Multiscale homogenization of viscoelastic composite materials. Combined approach based on deep neural networks

Abstract
Several examples of naturally occurring and man-made materials consist of viscoelastic constituents with excellent mechanical performance and widely used in the design of durable and sustainable structural components. The procedure of modeling and characterization of these materials involves significant challenges due to they often present heterogeneous structures with hierarchical disposition. Attractive cases can be found in the human body tissues, for instance, the study of the viscoelastic behavior of structures such as skin or bones.

In the scientific literature, there exist several works focusing on the development of micromechanics techniques to predict the macroscopic properties of composite materials.

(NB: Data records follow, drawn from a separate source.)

def stage_wave(study: Study, wave_id: str, *, quiet: bool = False) -> StageReport:
    """Check `wave_id`'s file and, if it has no errors, replace the wave in the database atomically.

    Raises DataError listing every problem (errors and warnings) when any check fails; then
    nothing is written. Returns a StageReport whose warnings are also recorded in `problems`.
    """
    start = time.perf_counter()
    wave = study.wave(wave_id)
    path = study.database_path
    created = not path.exists()
    con = connect(path)
    try:
        prepare_connection(con)
        direct = _stage_direct(con, study, wave, quiet=quiet)
        if direct is not None:
            digest, warnings, (rows, replaced, added) = direct
        else:
            problems = _inspect(con, study, wave, quiet=quiet)
            errors = [p for p in problems if p.severity == "error"]
            if errors:
                raise DataError(
                    f"wave {wave.id}: {len(errors)} error{'s' if len(errors) != 1 else ''} in {wave.file}; "
                    "nothing was staged",
                    problems,
                )
            warnings = [p for p in problems if p.severity != "error"]
            with step(f"{wave.id}: hashing {wave.file.name}", quiet=quiet):
                digest = file_sha256(wave.file)
            with step(f"{wave.id}: writing to {path.name}", quiet=quiet):
                rows, replaced, added = _write(con, study, wave, digest=digest, warnings=warnings)
    except BaseException:
        con.close()
        if created:  # the failed first staging leaves no empty database behind
            for leftover in (path, path.with_name(path.name + ".wal")):
                leftover.unlink(missing_ok=True)
        raise
    con.close()
    return StageReport(
        wave=wave.id,
        rows=rows,
        file=wave.file,
        sha256=digest,
        warnings=warnings,
        replaced_rows=replaced,
        added_columns=added,
        seconds=time.perf_counter() - start,
    )


def shared_file_problems(study: Study, wave: Wave) -> list[Problem]:
    """Errors (rule same-file-two-waves) naming both wave ids when `wave`'s raw file is another
    wave's file: the same file however its path is spelled, or a file with the same bytes
    (SHA-256; only files of equal size are hashed). Staging it would replace one wave with the other."""
    if not wave.file.is_file():
        return []
    size = wave.file.stat().st_size
    digest: str | None = None
    problems = []
    for other in study.waves:
        if other.id == wave.id or not other.file.is_file():
            continue
        if same_file(wave.file, other.file):
            reason = "is the same file as"
        elif other.file.stat().st_size == size:
            digest = digest or file_sha256(wave.file)
            if file_sha256(other.file) != digest:
                continue
            reason = "has the same bytes (SHA-256) as"
        else:
            continue
        problems.append(
            Problem(
                "same-file-two-waves",
                f"the raw file of wave {wave.id} {reason} the raw file of wave {other.id} ({other.file}); "
                "each wave needs its own file: fix `file =` of one of them",
                file=str(wave.file),
                value=f"{wave.id}, {other.id}",
            )
        )
    return problems


def _stage_direct(
    con: duckdb.DuckDBPyConnection, study: Study, wave: Wave, *, quiet: bool
) -> tuple[str, list[Problem], tuple[int, int, list[str]]] | None:
    """Stage a CSV wave straight from its file and check the inserted rows, in one transaction;
    (digest, warnings, (rows, replaced, added)) when it is committed, None (rolled back, nothing
    changed) when the exact path must decide: not a CSV file, a shared file, supplied replicate
    weights, a rejected value, a failed insert or an error found by a check."""
    if (
        not wave.file.is_file()
        or file_format(wave.file) != "csv"
        or shared_file_problems(study, wave)
        or wave_replicates(study, wave.id)  # their checks report file lines: the exact path's row numbers
    ):
        return None
    typed = typed_file_columns(study, wave.id)
    con.execute(sql("stage_insert_order.sql", keep=False))
    con.begin()
    try:
        with step(f"{wave.id}: reading {wave.file.name} into {study.database_path.name}", quiet=quiet):
            relation, header = csv_relation(con, wave.file, typed)
            con.register(RAW_TABLE, relation)
            replaced, added = _replace_start(con, study, wave)
            _insert_rows(con, study, wave, strict=True)
            if rejected_lines(con):
                raise _Fallback
        with step(f"{wave.id}: checking", quiet=quiet):
            _, columns, ignored = wave_view(con, study, wave.id, RAW_TABLE, header)
            problems = _wave_checks(con, study, wave, _staged_view(con, study, wave, columns), columns, ignored)
        if any(p.severity == "error" for p in problems):
            raise _Fallback
        with step(f"{wave.id}: hashing {wave.file.name}", quiet=quiet):
            digest = file_sha256(wave.file)
        with step(f"{wave.id}: writing to {study.database_path.name}", quiet=quiet):
            rows = _replace_finish(con, study, wave, digest=digest, warnings=problems)
            con.commit()
    except (_Fallback, duckdb.Error, DataError):
        con.rollback()
        return None
    except BaseException:
        con.rollback()
        raise
    finally:
        _unregister(con, RAW_TABLE, STAGED_VIEW)
        con.execute(sql("stage_insert_order.sql", keep=True))
    return digest, problems, (rows, replaced, added)


class _Fallback(Exception):
    """The direct path gives way to the exact path (see the module docstring)."""


STAGED_VIEW = "__wavebook_staged"


def _staged_view(con: duckdb.DuckDBPyConnection, study: Study, wave: Wave, columns: list[str]) -> str:
    """Register STAGED_VIEW: the wave's rows of `responses` (inserted, not yet committed) under the
    names the checks read (the respondent id under its spec name), the wave view's columns only."""
    staged = set(table_columns(con, "responses"))
    relation = con.table("responses").filter(
        duckdb.ColumnExpression("wave") == duckdb.ConstantExpression(wave.id)
    ).select(
        duckdb.ColumnExpression("respondent_id").alias(study.respondent_id),
        *(duckdb.ColumnExpression(c) for c in columns if c in staged and c != study.respondent_id),
    )
    con.register(STAGED_VIEW, relation)
    return STAGED_VIEW


def _unregister(con: duckdb.DuckDBPyConnection, *names: str) -> None:
    for name in names:
        con.unregister(name)  # a name never registered is no error


def _inspect(con: duckdb.DuckDBPyConnection, study: Study, wave: Wave, *, quiet: bool) -> list[Problem]:
    """Check the wave's file is its own, read it into the raw temp table and run every check;
    return the problems."""
    shared = shared_file_problems(study, wave)
    try:
        with step(f"{wave.id}: reading {wave.file.name}", quiet=quiet):
            file_columns = read_raw(con, wave.file, RAW_TABLE, typed_file_columns(study, wave.id))
    except DataError as exc:
        return shared + exc.problems
    view, columns, ignored = wave_view(con, study, wave.id, RAW_TABLE, file_columns)
    with step(f"{wave.id}: checking", quiet=quiet):
        return shared + _wave_checks(con, study, wave, view, columns, ignored)


def _wave_checks(
    con: duckdb.DuckDBPyConnection, study: Study, wave: Wave, raw: str, columns: list[str], ignored: list[str]
) -> list[Problem]:
    """Every check of the wave on the relation `raw` (its columns under their spec names)."""
    return run_checks(
        con,
        study,
        raw=raw,
        file_columns=columns,
        file=str(wave.file),
        previous=_earlier_staged(con, study, wave),
        wave=wave.id,
        sources=wave_sources(study, wave.id),
        ignored=tuple(ignored),
    )


def _earlier_staged(con: duckdb.DuckDBPyConnection, study: Study, wave: Wave) -> list[str]:
    """The waves declared before `wave` in the spec that are staged, in spec order."""
    if not table_columns(con, "waves") or not table_columns(con, "responses"):
        return []
    staged = set(staged_waves(con)["wave"].to_list())
    order = [w.id for w in study.waves]
    return [w for w in order[: order.index(wave.id)] if w in staged]


def _write(
    con: duckdb.DuckDBPyConnection, study: Study, wave: Wave, *, digest: str, warnings: list[Problem]
) -> tuple[int, int, list[str]]:
    """One transaction: new columns, delete the wave with its weights and weighting diagnostics (they
    belong to the old rows; the next `weigh` or `run` weighs the new ones), insert its rows, record
    it; (rows, replaced, added)."""
    con.begin()
    try:
        replaced, added = _replace_start(con, study, wave)
        _insert_rows(con, study, wave)
        rows = _replace_finish(con, study, wave, digest=digest, warnings=warnings)
        con.commit()
    except BaseException:
        con.rollback()
        raise
    return rows, replaced, added


def _replace_start(con: duckdb.DuckDBPyConnection, study: Study, wave: Wave) -> tuple[int, list[str]]:
    """Inside the staging transaction: the tables, the columns the spec gained, and the wave's old
    rows deleted with their weights and weighting diagnostics; (rows replaced, columns added)."""
    create_tables(con, study)
    added = add_new_columns(con, study)
    params = {"wave": wave.id}
    replaced = con.execute(sql("stage_count_wave.sql"), params).fetchall()[0][0]
    con.execute(sql("stage_delete_wave.sql"), params)
    for (table,) in con.execute(sql("stage_weighting_tables.sql")).fetchall():
        con.execute(sql("weighting_delete_wave.sql", table=table), params)
    return replaced, added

In particular, the use of multiscale asymptotic homogenization methods (AHM) takes advantage of the information available at the smaller scales to calculate the effective properties of the medium at its larger scales.

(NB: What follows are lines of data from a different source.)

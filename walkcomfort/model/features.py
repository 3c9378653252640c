"""Model features from a timeline: current conditions and what the walker just walked through.

One function, :func:`build_features`, turns a timeline (recorded by
``walkcomfort ingest`` + ``thermal`` or simulated by ``walkcomfort.routes``, the
same columns either way) into one feature row per timeline row. History windows
look *back only* and never across walks: the value at a vote uses the vote's own
row and the rows before it in the same walk.

Every feature name is declared in :data:`FEATURES` (the order the model uses);
:data:`FEATURE_INFO` says in words what each one is, with its unit, so that the
explanations (:mod:`walkcomfort.model.explain`) can read a reason out loud.
Missing sources (no sound meter, no camera, no globe) give NaN columns, which
LightGBM routes down its learned "missing" branch instead of failing.

All windows are time-based (the timeline step may be 1 s for a recorded walk or
a few seconds for a simulated one) and time-weighted: each row stands for the
interval since the row before it (capped at :data:`MAX_STEP_S`).
"""

from __future__ import annotations

import re

import numpy as np
import pandas as pd

from walkcomfort import columns as C
from walkcomfort.environment.pet import PET_C
from walkcomfort.errors import InputError

#: History windows [min].
WINDOWS_MIN = (1, 3, 5, 10)
#: Heat-dose threshold: the upper edge of the UTCI band "no thermal stress" [°C]
#: (Bröde et al. 2012, doi:10.1007/s00484-011-0454-1).
DOSE_THRESHOLD_C = 26.0
#: A point counts as "in shade" when at least this share of the direct beam is blocked [-].
SHADE_STATE_FRAC = 0.5
#: Longest interval one row may stand for [s]; longer gaps count as this much.
MAX_STEP_S = 60.0
#: Longest walk the exponential windows handle in one piece [s] (exp overflow guard).
MAX_WALK_S = 10 * 3600.0

# participant attribute columns (from the manifest's [participant] table; columns.PARTICIPANT_ATTRS)
CLO = C.CLO                    # [clo] clothing insulation
ACCLIMATISED = C.ACCLIMATISED  # bool
AGE_BAND = C.AGE_BAND          # text such as "25-34" or "65+"
PARTICIPANT_ATTRS = (CLO, ACCLIMATISED, AGE_BAND)

#: Current-condition features (also the only inputs of the logistic baseline).
CURRENT_FEATURES = (C.UTCI_C, C.TMRT_C, C.T_AIR_C, C.RH_PCT, C.WIND_MS, C.SHADE_FRAC, C.SVF)

FEATURE_INFO: dict[str, tuple[str, str]] = {}


def _declare(name: str, text: str, unit: str) -> str:
    FEATURE_INFO[name] = (text, unit)
    return name


def _declare_all() -> tuple[str, ...]:
    names = [
        _declare(C.UTCI_C, "UTCI here", "°C"),
        _declare(C.TMRT_C, "mean radiant temperature here", "°C"),
        _declare(C.T_AIR_C, "air temperature", "°C"),
        _declare(C.RH_PCT, "relative humidity", "%"),
        _declare(C.WIND_MS, "wind speed", "m/s"),
        _declare(C.SHADE_FRAC, "share of direct sun blocked here", "-"),
        _declare(C.SVF, "sky view factor here", "-"),
        _declare(C.SPEED_MS, "walking speed", "m/s"),
        _declare(C.SLOPE_PCT, "slope of the path", "%"),
    ]
    for w in WINDOWS_MIN:
        names += [
            _declare(f"utci_mean_{w}min", f"mean UTCI over the last {w} min", "°C"),
            _declare(f"utci_ewm_{w}min", f"UTCI averaged with a {w}-min memory", "°C"),
            _declare(f"utci_max_{w}min", f"highest UTCI in the last {w} min", "°C"),
            _declare(f"utci_contrast_{w}min", f"how much hotter the last {w} min were than here (UTCI)", "°C"),
            _declare(f"tmrt_mean_{w}min", f"mean radiant temperature over the last {w} min", "°C"),
            _declare(f"tmrt_ewm_{w}min", f"mean radiant temperature with a {w}-min memory", "°C"),
            _declare(f"sun_min_{w}min", f"minutes in full sun in the last {w} min", "min"),
            _declare(f"heat_dose_{w}min", f"heat dose above UTCI {DOSE_THRESHOLD_C:g} °C in the last {w} min",
                     "°C·min"),
            _declare(f"elev_gain_{w}min", f"climb in the last {w} min", "m"),
        ]
    names += [
        _declare("in_sun", "in direct sun now (1) or shade (0)", "-"),
        _declare("since_sun_shade_change_s", "time since stepping between sun and shade", "s"),
        _declare("sun_streak_min", "minutes in the sun without a break in shade", "min"),
        _declare("t_air_mean_5min", "mean air temperature over the last 5 min", "°C"),
        _declare("wind_mean_5min", "mean wind speed over the last 5 min", "m/s"),
        _declare(C.LAEQ_DB, "sound level now", "dB(A)"),
        _declare("leq_1min", "sound level (Leq) over the last 1 min", "dB(A)"),
        _declare("leq_5min", "sound level (Leq) over the last 5 min", "dB(A)"),
        _declare("leq_10min", "sound level (Leq) over the last 10 min", "dB(A)"),
        _declare("log_illum", "light level now (log10 lux)", "log10 lx"),
        _declare("log_illum_mean_1min", "light level over the last 1 min (log10 lux)", "log10 lx"),
        _declare("sky_frac_1min", "share of sky in the camera view (last 1 min)", "-"),
        _declare("green_frac_1min", "share of greenery in the camera view (last 1 min)", "-"),
        _declare("people_n_1min", "people in view (mean of the last 1 min)", "-"),
        _declare("walk_elapsed_min", "time since the walk started", "min"),
        _declare(CLO, "clothing insulation", "clo"),
        _declare(ACCLIMATISED, "acclimatised to local heat (1 yes, 0 no)", "-"),
        _declare("age_band_lower", "age band (lower bound)", "years"),
    ]
    # PET of the reference person in place of UTCI (fit --index pet; feature sets "*-pet")
    names += [_declare(PET_C, "PET here", "°C")]
    for w in WINDOWS_MIN:
        names += [
            _declare(f"pet_mean_{w}min", f"mean PET over the last {w} min", "°C"),
            _declare(f"pet_ewm_{w}min", f"PET averaged with a {w}-min memory", "°C"),
            _declare(f"pet_max_{w}min", f"highest PET in the last {w} min", "°C"),
            _declare(f"pet_contrast_{w}min", f"how much hotter the last {w} min were than here (PET)", "°C"),
        ]
    return tuple(names)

The three-scale Asymptotic Homogenization Method (AHM) is applied to model a non-aging linear viscoelastic composite material with generalized periodicity (the use of the so-called stratification functions permits to describe a more generalized periodicity at the different structural levels of the composite materials) and two hierarchical levels of organization. As starting point, we consider the elastic-viscoelastic correspondence principle and the Laplace-Carson transform. We present the analytical solution of the local problems associated with each scale and the calculation of the effective coefficients for a hierarchical laminated composites with anisotropic components and perfect contact at the interfaces. Besides, in order to handle complex microstructures, we apply a semi-analytical technique that combines the theoretical strengths of the AHM with numerical computations based on finite element method (FEM), and we perform the numerical inversion to the original temporal space. Finally, we exploit the potential of the approach and study the overall properties of a variety of heterogeneous structures. We perform comparison with different homogenization approaches.

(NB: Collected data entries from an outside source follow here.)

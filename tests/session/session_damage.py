"""Damaged sessions made from the good fixture walk, each damaging one thing.

``CASES`` maps a case id to ``(damage, expect)``: ``damage(folder)`` edits a copy of
``tests/fixtures/sessions/walk_ok`` in place; ``expect`` is ``"ok"`` (check passes with
reconciled counts), ``"refuse"`` (check exits 2 with one line) or ``"either"`` (both are
acceptable answers, the invariants still hold). Used by ``test_session_damaged.py``.
"""

from __future__ import annotations

import json
import re
import struct
import zlib
from pathlib import Path

FIXTURE = Path(__file__).resolve().parents[1] / "fixtures" / "sessions" / "walk_ok"
GPX, WEATHER, NOISE, LIGHT, VOTES = "gps/track.gpx", "logger/weather.csv", "slm/levels.csv", "lux/light.csv", "votes.csv"
CSV_SOURCES = {"weather": WEATHER, "noise": NOISE, "light": LIGHT, "votes": VOTES}

CASES: dict[str, tuple] = {}


def case(name: str, expect: str):
    def deco(fn):
        CASES[name] = (fn, expect)
        return fn
    return deco


def _edit(folder: Path, rel: str, fn) -> None:
    p = folder / rel
    p.write_text(fn(p.read_text(encoding="utf-8")), encoding="utf-8")


def _edit_bytes(folder: Path, rel: str, fn) -> None:
    p = folder / rel
    p.write_bytes(fn(p.read_bytes()))


def _toml(folder: Path, fn) -> None:
    _edit(folder, "session.toml", fn)


def _lines(text: str) -> list[str]:
    return text.split("\n")


def _rows(fn):
    """Apply ``fn(header, rows) -> (header, rows)`` to a CSV text."""
    def go(text: str) -> str:
        lines = [ln for ln in text.split("\n") if ln]
        header, rows = fn(lines[0], lines[1:])
        return "\n".join([header, *rows]) + "\n"
    return go


def _source_block(text: str, path: str) -> tuple[int, int]:
    """Start and end of the [[source]] table whose path is ``path``."""
    at = text.index(f'path = "{path}"')
    start = text.rindex("[[source]]", 0, at)
    nxt = text.find("[[source]]", at)
    return start, (len(text) if nxt < 0 else nxt)


def _in_source(path: str, fn):
    def go(text: str) -> str:
        a, b = _source_block(text, path)
        return text[:a] + fn(text[a:b]) + text[b:]
    return go


def _drop_source(path: str):
    def go(text: str) -> str:
        a, b = _source_block(text, path)
        return text[:a] + text[b:]
    return go


# ---------------------------------------------------------------- manifest: one key at a time
_MANIFEST_EDITS = {
    "no_session_id": (lambda t: t.replace('id = "fixture-p01-am"\n', ""), "refuse"),
    "id_with_slash": (lambda t: t.replace('id = "fixture-p01-am"', 'id = "a/b"'), "refuse"),
    "no_participant": (lambda t: t.replace('participant = "P01"\n', "", 1), "refuse"),
    "no_timezone": (lambda t: t.replace('timezone = "Europe/Madrid"\n', ""), "refuse"),
    "bad_timezone": (lambda t: t.replace('"Europe/Madrid"', '"Europe/Atlantis"'), "refuse"),
    "typo_top_key": (lambda t: "sesion_note = 1\n" + t, "refuse"),
    "typo_session_key": (lambda t: t.replace('site = ', 'sight = '), "refuse"),
    "typo_participant_key": (lambda t: t.replace("clo = 0.5", "clothing = 0.5"), "refuse"),
    "clo_text": (lambda t: t.replace("clo = 0.5", 'clo = "half"'), "refuse"),
    "clo_negative": (lambda t: t.replace("clo = 0.5", "clo = -1"), "refuse"),
    "acclimatised_text": (lambda t: t.replace("acclimatised = true", 'acclimatised = "yes"'), "refuse"),
    "start_not_iso": (lambda t: t.replace('site = "', 'start = "10:00"\nsite = "'), "refuse"),
    "end_before_start": (lambda t: t.replace('site = "', 'start = "2026-07-14T10:05:00"\nend = "2026-07-14T10:01:00"\n'
                                                        'site = "'), "refuse"),
    "window_outside_track": (lambda t: t.replace('site = "', 'start = "2026-07-15T10:00:00"\nend = '
                                                            '"2026-07-15T11:00:00"\nsite = "'), "refuse"),
    "window_trims": (lambda t: t.replace('site = "', 'start = "2026-07-14T10:02:00"\nend = "2026-07-14T10:07:00"\n'
                                                    'site = "'), "ok"),
    "schema_wrong": (lambda t: t.replace("walkcomfort-session/1", "walkcomfort-session/9"), "refuse"),
    "two_references": (lambda t: t.replace("offset_s = 0.0", "reference = true"), "refuse"),
    "reference_with_offset": (lambda t: t.replace("[devices.gps1]\nreference = true",
                                                  "[devices.gps1]\nreference = true\noffset_s = 3.0"), "refuse"),
    "device_not_table": (lambda t: t.replace("[devices.logger1]\noffset_s = 0.0", "[devices]\nlogger1 = 3"), "refuse"),
    "drift_absurd": (lambda t: t.replace("offset_s = 0.0", "drift_ppm = 1e9"), "refuse"),
    "sync_unknown_device": (lambda t: t.replace('device = "logger1"\ndevice_time', 'device = "loger1"\ndevice_time'),
                            "refuse"),
    "sync_missing_true_time": (lambda t: t.replace('true_time = "2026-07-14T10:00:00"\n', ""), "refuse"),
    "sync_bad_time": (lambda t: t.replace('device_time = "2026-07-14T10:00:07"', 'device_time = "ten o\'clock"'),
                      "refuse"),
    "sync_frame_and_time": (lambda t: t.replace('device = "logger1"\ndevice_time',
                                                'device = "cam1"\nframe = "camera/IMG_0001.jpg"\ndevice_time'),
                            "refuse"),
    "sync_frame_no_camera": (lambda t: _drop_source("camera")(t).replace(
        'device = "logger1"\ndevice_time = "2026-07-14T10:00:07"', 'device = "cam1"\nframe = "camera/IMG_0001.jpg"'),
        "refuse"),
    "sync_same_device": (lambda t: t.replace('device = "logger1"\ndevice_time',
                                             'device = "gps1"\ndevice_time'), "refuse"),
    "no_sources": (lambda t: t[:t.index("[[source]]")], "refuse"),
    "no_gps_source": (_drop_source(GPX), "refuse"),
    "source_kind_bogus": (lambda t: t.replace('kind = "noise"', 'kind = "nose"'), "refuse"),
    "second_weather": (lambda t: t + '\n[[source]]\nkind = "weather"\npath = "logger/weather.csv"\n', "refuse"),
    "path_absolute": (lambda t: t.replace('path = "slm/levels.csv"', 'path = "/etc/passwd"'), "refuse"),
    "path_dotdot": (lambda t: t.replace('path = "slm/levels.csv"', 'path = "../levels.csv"'), "refuse"),
    "path_nul_byte": (lambda t: t.replace('path = "slm/levels.csv"', 'path = "slm/lev\\u0000els.csv"'), "refuse"),
    "path_spaces": (lambda t: t.replace('path = "slm/levels.csv"', 'path = " slm/levels.csv"'), "refuse"),
    "gps_format_bogus": (lambda t: t.replace('format = "gpx"', 'format = "kml"'), "refuse"),
    "weather_format_json": (_in_source(WEATHER, lambda b: b.replace('time_zone = "local"',
                                                                    'time_zone = "local"\nformat = "json"')), "refuse"),
    "weather_zone_bogus": (lambda t: t.replace('time_zone = "local"', 'time_zone = "Mars/Olympus"'), "refuse"),
    "weather_zone_utc": (lambda t: t.replace('time_zone = "local"', 'time_zone = "UTC"'), "refuse"),
    "light_zone_tokyo": (_in_source(LIGHT, lambda b: b.replace('device = "lux1"',
                                                               'device = "lux1"\ntime_zone = "Asia/Tokyo"')), "refuse"),
    "unit_bogus_t_air": (lambda t: t.replace('t_air = "degF"', 't_air = "degR"'), "refuse"),
    "unit_missing_wind": (lambda t: t.replace('wind = "km/h"\n', ""), "refuse"),
    "unit_missing_t_globe": (lambda t: t.replace('t_globe = "degF"\n', ""), "refuse"),
    "unit_degc_for_degf_air": (lambda t: t.replace('t_air = "degF"', 't_air = "degC"'), "refuse"),
    "unit_degc_for_degf_globe": (lambda t: t.replace('t_globe = "degF"', 't_globe = "degC"'), "refuse"),
    "unit_kelvin_for_degf": (lambda t: t.replace('t_air = "degF"', 't_air = "K"'), "refuse"),
    "unit_on_time": (lambda t: t.replace('wind = "km/h"', 'wind = "km/h"\ntime = "s"'), "refuse"),
    "unit_field_unknown": (lambda t: t.replace('wind = "km/h"', 'wind = "km/h"\nhumidex = "%"'), "refuse"),
    "units_not_text": (lambda t: t.replace('wind = "km/h"', 'wind = 3.6'), "refuse"),
    "column_missing_t_air": (lambda t: t.replace('t_air = "Temp_F"', 't_air = "Temp_X"'), "refuse"),
    "column_missing_rh": (lambda t: t.replace('rh = "RH"', 'rh = "Humidity"'), "refuse"),
    "column_missing_time": (lambda t: t.replace('time = "DateTime"', 'time = "Timestamp"'), "refuse"),
    "column_missing_laeq": (lambda t: t.replace('laeq = "LAeq"', 'laeq = "LAFmax"'), "refuse"),
    "column_missing_illum": (lambda t: t.replace('illum = "lux"', 'illum = "Lux"'), "refuse"),
    "column_field_unknown": (lambda t: t.replace('rh = "RH"', 'rh = "RH"\nhumidity = "RH"'), "refuse"),
    "time_columns_empty": (lambda t: t.replace('time = "DateTime"', 'time = []'), "refuse"),
    "time_format_wrong": (_in_source(WEATHER, lambda b: b.replace('time_zone = "local"',
                                                                  'time_zone = "local"\ntime_format = "%d/%m/%Y %H:%M"')),
                          "refuse"),
    "time_format_epoch_for_text": (_in_source(WEATHER, lambda b: b.replace(
        'time_zone = "local"', 'time_zone = "local"\ntime_format = "epoch_s"')), "refuse"),
    "time_format_list_mismatch": (_in_source(WEATHER, lambda b: b.replace(
        'time_zone = "local"', 'time_zone = "local"\ntime_format = ["%Y-%m-%d", "HHMM"]')), "refuse"),
    "time_format_token_alone": (_in_source(WEATHER, lambda b: b.replace(
        'time_zone = "local"', 'time_zone = "local"\ntime_format = "HHMM"')), "refuse"),
    "delimiter_two_chars": (_in_source(LIGHT, lambda b: b.replace('device = "lux1"', 'device = "lux1"\ndelimiter = ";;"')),
                            "refuse"),
    "delimiter_wrong": (_in_source(LIGHT, lambda b: b.replace('device = "lux1"', 'device = "lux1"\ndelimiter = ","')),
                        "refuse"),
    "decimal_bogus": (_in_source(NOISE, lambda b: b.replace('device = "slm1"', 'device = "slm1"\ndecimal = "·"')),
                      "refuse"),
    "decimal_comma_wrong": (_in_source(NOISE, lambda b: b.replace('device = "slm1"', 'device = "slm1"\ndecimal = ","')),
                            "ok"),
    "na_values_text": (_in_source(NOISE, lambda b: b.replace('device = "slm1"', 'device = "slm1"\nna_values = "-"')),
                       "refuse"),
    "max_gap_negative": (_in_source(NOISE, lambda b: b.replace('device = "slm1"', 'device = "slm1"\nmax_gap_s = -1')),
                         "refuse"),
    "comfort_label_bogus": (_in_source(VOTES, lambda b: b + '[source.comfort_labels]\nok = "fine"\n'), "refuse"),
    "encoding_bogus": (_in_source(NOISE, lambda b: b.replace('device = "slm1"', 'device = "slm1"\nencoding = "utf-99"')),
                       "refuse"),
    "frames_time_from_bogus": (lambda t: t.replace('time_from = "exif"', 'time_from = "gps"'), "refuse"),
    "frames_filename_no_pattern": (lambda t: t.replace('time_from = "exif"', 'time_from = "filename"'), "refuse"),
    "frames_filename_pattern_bad": (lambda t: t.replace('time_from = "exif"',
                                                        'time_from = "filename"\nfilename_pattern = "IMG_%Q"'),
                                    "refuse"),
    "frames_filename_unmatched": (lambda t: t.replace('time_from = "exif"',
                                                      'time_from = "filename"\nfilename_pattern = "IMG_%Y%m%d"'),
                                  "refuse"),
    "sensor_out_of_range": (lambda t: t.replace("globe_diameter_m = 0.038", "globe_diameter_m = 38"), "refuse"),
    "sensor_unknown": (lambda t: t.replace("wind_height_m = 1.1", "wind_heigth_m = 1.1"), "refuse"),
    "checks_unknown_key": (lambda t: t + "\n[checks]\nmax_lost = 0.2\n", "refuse"),
    "checks_out_of_range": (lambda t: t + "\n[checks]\nfail_lost_share = 2.0\n", "refuse"),
    "checks_warn_above_fail": (lambda t: t + "\n[checks]\nwarn_lost_share = 0.9\n", "refuse"),
    "checks_accept_text": (lambda t: t + '\n[checks]\naccept_losses = "yes"\n', "refuse"),
    "checks_strict_fails": (lambda t: t + "\n[checks]\nfail_lost_share = 0.01\nwarn_lost_share = 0.0\n", "refuse"),
    "checks_accept_strict": (lambda t: t + "\n[checks]\nfail_lost_share = 0.01\nwarn_lost_share = 0.0\n"
                                           "accept_losses = true\n", "ok"),
    "toml_syntax": (lambda t: t.replace('timezone = "Europe/Madrid"', 'timezone = "Europe/Madrid'), "refuse"),
    "toml_not_utf8": (None, "refuse"),
    "manifest_missing": (None, "refuse"),
    "drop_noise_source": (_drop_source(NOISE), "ok"),
    "drop_votes_source": (_drop_source(VOTES), "ok"),
    "drop_camera_source": (_drop_source("camera"), "ok"),
}
for _name, (_fn, _expect) in _MANIFEST_EDITS.items():
    if _fn is not None:
        CASES[f"manifest_{_name}"] = ((lambda fn: lambda d: _toml(d, fn))(_fn), _expect)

Artificial Intelligence (AI) has a great potential to speed up research processes in various engineering fields, but its application in micro-mechanics is still in early stages. In this presentation, we show the use of Deep Neural Networks for the homogenization of composite materials. In particular, we apply Physics-Informed Neural Networks to solve the so-called local problems and thus learn the mapping between the microstructure and the effective properties. Comparisons with analytical and numerical results of benchmark methods are performed.